From the line with "from typing import Iterator" through the line with "a folder, not", repeat the entries verbatim, both end lines included, and add nothing.

RECORDS FOR PROCESSING:
= Beginning of Section =
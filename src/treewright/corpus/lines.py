"""Line-by-line UTF-8 reading that never loads a whole file and never shows a traceback.

Every reader goes through `iter_lines`: it checks the path, tolerates a byte-order mark and mixed
line endings (\\n, \\r\\n and a lone \\r are all line breaks, numbered as an editor would), and turns
bytes that are not UTF-8 into an InputError naming the line and column.
"""

from __future__ import annotations

import os
from typing import Iterator

from treewright.errors import InputError

_BOM = "\ufeff"


def check_readable(path: str | os.PathLike) -> str:
    """The path as a string, or InputError if it is missing, a folder, or unreadable."""
    name = os.fspath(path)
    if not os.path.exists(name):
        raise InputError("no such file", path=name)
    if os.path.isdir(name):
        raise InputError("is a folder, not a corpus file", path=name)
    if not os.access(name, os.R_OK):
        raise InputError("cannot be read (permission denied)", path=name)
    return name


def iter_lines(path: str | os.PathLike) -> Iterator[tuple[int, str]]:
    """Yield (1-based line number, text without its line break) for every line of `path`.

    Raises InputError for a missing path, an empty file, or bytes that are not UTF-8.
    """
    name = check_readable(path)
    if os.path.getsize(name) == 0:
        raise InputError("the file is empty", path=name)
    number = 0
    with open(name, "rb") as handle:
        for raw in handle:  # binary lines end at b"\n" only; a lone \r is split below
            try:
                text = raw.decode("utf-8")
            except UnicodeDecodeError as err:
                before = raw[:err.start]
                line_start = before.rfind(b"\r") + 1  # a lone \r earlier in the chunk
                column = len(before[line_start:].decode("utf-8", errors="replace")) + 1
                raise InputError(f"is not UTF-8 text (byte 0x{raw[err.start]:02x})",
                                 path=name, line=number + 1 + before.count(b"\r"),
                                 column=column) from None
            if number == 0 and text.startswith(_BOM):
                text = text[1:]
            if text.endswith("\n"):
                text = text[:-1]
            if text.endswith("\r"):
                text = text[:-1]
            for piece in text.split("\r"):
                number += 1
                yield number, piece


def iter_word_list(path: str | os.PathLike) -> Iterator[tuple[int, list[str], str]]:
    """(1-based line number, whitespace-separated fields, the line) for every line of a word
    list (`bias.head_list`, `--function-words`) that is neither blank nor a comment (its first
    field starts with #). Raises as `iter_lines`."""
    for number, line in iter_lines(path):
        fields = line.split()
        if fields and not fields[0].startswith("#"):
            yield number, fields, line
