def tree_svg(tree: Tree, title: str = "") -> str:
    """A tree drawn top-down: each node on the row of its depth, words on the bottom row.

    Each node gets an interval of the page at least as wide as its label (plus a gap) and as
    the intervals of its children side by side; children are centred within it. A node's label
    sits over its children, kept inside its own interval. Nodes of one depth have disjoint
    intervals, so their labels never overlap, nor do the words; and a subtree is drawn inside its
    interval, so no line crosses into a sibling's subtree.
    """
    level_h, top = 38, 24 if title else 8
    # Depth of every node, by an iterative pre-order walk (trees may nest deeply).
    depth: dict[int, int] = {id(tree): 0}
    order: list[Tree] = []
    stack: list[Tree] = [tree]
    while stack:
        node = stack.pop()
        order.append(node)
        for child in node.children:
            if isinstance(child, Tree):
                depth[id(child)] = depth[id(node)] + 1
        stack.extend(c for c in reversed(node.children) if isinstance(c, Tree))
    deepest = max(depth.values())
    label_w = {id(n): text_width(n.label, LABEL_SIZE) for n in order}
    # Post-order: a node's interval width covers its label and its children's intervals.
    span: dict[int, float] = {}
    for node in reversed(order):
        inner = sum(span[id(c)] if isinstance(c, Tree) else text_width(c, WORD_SIZE) + GAP
                    for c in node.children)
        span[id(node)] = max(label_w[id(node)] + GAP, inner)
    # Pre-order: place each node's children side by side, centred in its interval.
    start: dict[int, float] = {id(tree): 8.0}
    word_x: dict[tuple[int, int], float] = {}
    for node in order:
        inner = sum(span[id(c)] if isinstance(c, Tree) else text_width(c, WORD_SIZE) + GAP
                    for c in node.children)
        cursor = start[id(node)] + (span[id(node)] - inner) / 2
        for k, child in enumerate(node.children):
            if isinstance(child, Tree):
                start[id(child)] = cursor
                cursor += span[id(child)]
            else:
                w = text_width(child, WORD_SIZE) + GAP
                word_x[(id(node), k)] = cursor + w / 2
                cursor += w
    # Post-order: over the middle of its children, clamped into its own interval.
    x_of: dict[int, float] = {}
    for node in reversed(order):
        xs = [x_of[id(c)] if isinstance(c, Tree) else word_x[(id(node), k)]
              for k, c in enumerate(node.children)]
        s, half = start[id(node)], (label_w[id(node)] + GAP) / 2
        middle = (xs[0] + xs[-1]) / 2 if xs else s + span[id(node)] / 2
        x_of[id(node)] = min(max(middle, s + half), s + span[id(node)] - half)
    word_y = top + (deepest + 1) * level_h + 10
    width, height = int(span[id(tree)] + 16), int(word_y + 8)
    parts = [f'<svg xmlns="http://www.w3.org/2000/svg" class="tree" width="{width}" '
             f'height="{height}" viewBox="0 0 {width} {height}" role="img">']
    if title:
        parts.append(f'<text x="4" y="14" font-size="12" font-weight="bold" {FONT}>'
                     f'{esc(title)}</text>')
    for node in order:
        x, y = x_of[id(node)], top + depth[id(node)] * level_h + 12
        for k, child in enumerate(node.children):
            if isinstance(child, Tree):
                cx, cy = x_of[id(child)], top + depth[id(child)] * level_h
            else:
                cx, cy = word_x[(id(node), k)], word_y - 12
            parts.append(f'<line x1="{x:.1f}" y1="{y + 4:.1f}" x2="{cx:.1f}" y2="{cy:.1f}" '
                         'stroke="#888"/>')
        parts.append(f'<text class="label" x="{x:.1f}" y="{y:.1f}" font-size="{LABEL_SIZE}" '
                     f'text-anchor="middle" fill="#0072B2" {FONT}>{esc(node.label)}</text>')
    for owner, k, word in tree.word_slots():
        parts.append(f'<text class="word" x="{word_x[(id(owner), k)]:.1f}" y="{word_y:.1f}" '
                     f'font-size="{WORD_SIZE}" text-anchor="middle" {FONT}>{esc(word)}</text>')
    parts.append("</svg>")
    return "".join(parts)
= End of Section =
WORKED SOLUTION:
from typing import Iterator

from treewright.errors import InputError

_BOM = "\ufeff"


def check_readable(path: str | os.PathLike) -> str:
    """The path as a string, or InputError if it is missing, a folder, or unreadable."""
    name = os.fspath(path)
    if not os.path.exists(name):
        raise InputError("no such file", path=name)
    if os.path.isdir(name):
        raise InputError("is a folder, not a corpus file", path=name)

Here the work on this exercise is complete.